Though they were there to help others, the students took away from the experience better insight into the plight of those less fortunate. Some of the students spent the entire night at the church, sleeping on cots just as the dozen or so guests did that night.

The personal discovery journey was arranged by the university's Community Service Coordinator Kirstine Odegard, who spent one night last year doing the same thing and learned firsthand that many who showed up for assistance were "people like us."

For 15 years, the United Methodist Church has participated in the community assistance program, operated by Lutheran Social Services. It rotates during winter months among various churches.

On Friday night, after the meal served by St. Paschal Baylon Church volunteers, the students stepped in to chat with shelter guests.

Carlos Lopez, 22, a business and political science major, conceded he was surprised to learn there was "a huge presence of homeless" in Thousand Oaks. "They start out different places, but life brings them together here."

Biology major Brett Waverly, 22, said that his initial perception was that "the homeless were messed up. But these people are hard workers trying to make a difference, support their families."

Once the meal was over and the round dinner tables dismantled, a closet stuffed with cots, sheets and blankets was opened up and emptied for the overnighters. The dozen were about a third of the previous week's guests.

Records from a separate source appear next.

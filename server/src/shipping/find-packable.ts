import { Decimal } from '@emberlot/shared/measure/decimal';
import { AppError } from '../platform/errors/app-error.js';
import type { PackableRow } from './packing-lookup.repository.js';
import type { ParcelNeedRow } from './parcels.repository.js';

/** Still to be packed of a need. */
export function missingOf(need: ParcelNeedRow): Decimal {
  return new Decimal(need.quantity).minus(need.packed);
}

/** Why what lies there may not be packed; nothing when it may. */
export function refusalOf(row: PackableRow): string | undefined {
  if (row.status === 'held') return `{lot:${row.lot}} is held: it is not packed until the owner lets it go.`;
  if (row.status === 'rejected') return `{lot:${row.lot}} was rejected. Take another lot.`;
  if (row.quarantine) return `{lot:${row.lot}} lies in ${row.bin}, a quarantine bin. Take another lot.`;
  if (row.expired) return `{lot:${row.lot}} has expired. Take another lot.`;
  if (new Decimal(row.quantity).lessThanOrEqualTo(0))
    return `All of {lot:${row.lot}} in ${row.bin} is in parcels already.`;
  return undefined;
}

/**
 * The need a scanned part is for: the one that was pointed at, or the next open one.
 *
 * @throws AppError `rule_broken` when the order needs none of it, or all of it is packed
 */
export function needFor(
  needs: readonly ParcelNeedRow[],
  part: { readonly id: number; readonly code: string },
  needId: number | undefined,
  order: string,
): ParcelNeedRow {
  const ofPart = needs.filter(({ partId }) => partId === part.id);
  if (ofPart.length === 0) {
    throw new AppError('rule_broken', `{order:${order}} needs no {part:${part.code}}: put it back.`);
  }
  const open = ofPart.filter((need) => missingOf(need).greaterThan(0));
  const chosen = needId === undefined ? open[0] : open.find(({ id }) => id === needId);
  if (chosen) return chosen;
  if (needId !== undefined && open.length > 0) {
    throw new AppError('rule_broken', `{part:${part.code}} does not belong in this line. Choose the line it is for.`);
  }
  throw new AppError('rule_broken', `All {part:${part.code}} that {order:${order}} needs is in the parcel already.`);
}

/**
 * The one place something is taken from.
 *
 * @throws AppError `rule_broken` when it lies in several places and no bin was scanned, or may not be packed
 */
export function placeFor(lying: readonly PackableRow[], thing: string, bin: string | undefined): PackableRow {
  const here = bin === undefined ? lying : lying.filter((row) => row.bin === bin);
  const usable = here.filter((row) => refusalOf(row) === undefined);
  const [only, second] = usable;
  if (only && !second) return only;
  if (only) {
    const bins = [...new Set(usable.map((row) => row.bin))];
    const next =
      bins.length > 1 ? `lies in ${bins.join(', ')}: scan the bin first.` : `lies in several lots: scan the lot.`;
    throw new AppError('rule_broken', `${thing} ${next}`);
  }
  const [refused] = here;
  if (refused) throw new AppError('rule_broken', refusalOf(refused) ?? `${thing} cannot be packed.`);
  throw new AppError('not_enough_stock', `${thing} does not lie ${bin === undefined ? 'on the shelf' : `in ${bin}`}.`);
}
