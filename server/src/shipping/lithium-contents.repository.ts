import { Injectable } from '@nestjs/common';
import type { DB } from '@emberlot/db/database.types';
import { sql, type Kysely } from 'kysely';

/** One kind of cell or battery in a parcel, and how it lies in it. */
export interface LithiumContentRow {
  readonly part: string;
  readonly kind: 'cell' | 'battery';
  readonly chemistry: 'lithium_ion' | 'lithium_metal';
  readonly wattHours: string | null;
  readonly lithiumGrams: string | null;
  readonly tested: boolean;
  readonly weightG: string | null;
  /** `contained`: in a tool or sub-assembly; `kit`: a part of a kit; `alone`: a spare. */
  readonly lies: 'contained' | 'kit' | 'alone';
  readonly count: string;
}

/**
 * Finds everything with lithium in a parcel: what was packed as it is, what is built into its units (by their record),
 * and what the bills of other made parts say. A battery ends the search: its cells travel as the battery.
 */
@Injectable()
export class LithiumContentsRepository {
  async ofParcel(handle: Kysely<DB>, parcelId: number): Promise<LithiumContentRow[]> {
    const { rows } = await sql<LithiumContentRow>`
      with recursive packed as (
        select i.part_id, i.unit_id, i.quantity, l.form
        from packed_item i
        join order_line_need n on n.id = i.order_line_need_id
        join order_line l on l.id = n.order_line_id
        where i.shipment_id = ${parcelId} and i.taken_out_at is null
      ),
      inside (part_id, quantity, lies, depth) as (
        select part_id, quantity, case when form = 'kit' then 'kit' else 'alone' end, 0
        from packed where unit_id is null
        union all
        select p.part_id, 1, case when p.form = 'kit' then 'kit' else 'alone' end, 0
        from packed p where p.unit_id is not null
          and exists (select 1 from part_battery b where b.part_id = p.part_id)
        union all
        select built.part_id, built.quantity, 'contained', 1
        from packed p
        cross join lateral (
          select a.part_id, max(a.quantity) as quantity from as_built a
          where a.unit_id = p.unit_id and a.removed_at is null group by a.batch_line_id, a.part_id
        ) built
        where p.unit_id is not null and not exists (select 1 from part_battery b where b.part_id = p.part_id)
        union all
        select line.part_id, inside.quantity * line.quantity_per, 'contained', inside.depth + 1
        from inside
        join bill_revision r on r.part_id = inside.part_id and r.status = 'released'
        join bill_line line on line.revision_id = r.id
        where inside.depth < 20 and not exists (select 1 from part_battery b where b.part_id = inside.part_id)
      )
      select p.code as part, b.kind, b.chemistry, b.watt_hours::text as "wattHours", b.lithium_grams::text as "lithiumGrams",
             b.transport_test_reference is not null and b.transport_test_passed_on is not null as tested,
             p.unit_weight_g::text as "weightG", inside.lies, sum(inside.quantity)::text as count
      from inside
      join part_battery b on b.part_id = inside.part_id
      join part p on p.id = inside.part_id
      group by p.code, b.part_id, p.unit_weight_g, inside.lies
      order by p.code, inside.lies
    `.execute(handle);
    return rows;
  }

  /** Parts that the parcel's tools and kits run with, to tell how many batteries they need. */
  async equipmentCount(handle: Kysely<DB>, parcelId: number): Promise<number> {
    const row = await handle
      .selectFrom('shipment as s')
      .innerJoin('order_line as l', 'l.order_id', 's.order_id')
      .select(sql<number>`coalesce(sum(l.quantity), 0)::int`.as('count'))
      .where('s.id', '=', parcelId)
      .where('l.form', 'in', ['tool', 'kit'])
      .executeTakeFirstOrThrow();
    return row.count;
  }
}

University student Rachel Breen, 19, a liberal studies student visualizing a career in elementary education, had probably the most intense interaction of all. She said her own family lived in a shelter in another state before she was born and that as a teen she chose to stay in a shelter for several months with an aunt and her children, to help out. Breen said she didn't like it when she heard people said those showing up for free meals and needing a warm safe place to sleep at night were lazy, that they needed to get jobs.

"It's not about just alcoholism and mental illness, instead it might be circumstantial. The economy. Divorce. Losing a job." She said her aunt was a "hardworking woman" holding several jobs but unable to make ends meet. Breen said she watched the kids while their mom — her aunt — filled out job applications and went on interviews.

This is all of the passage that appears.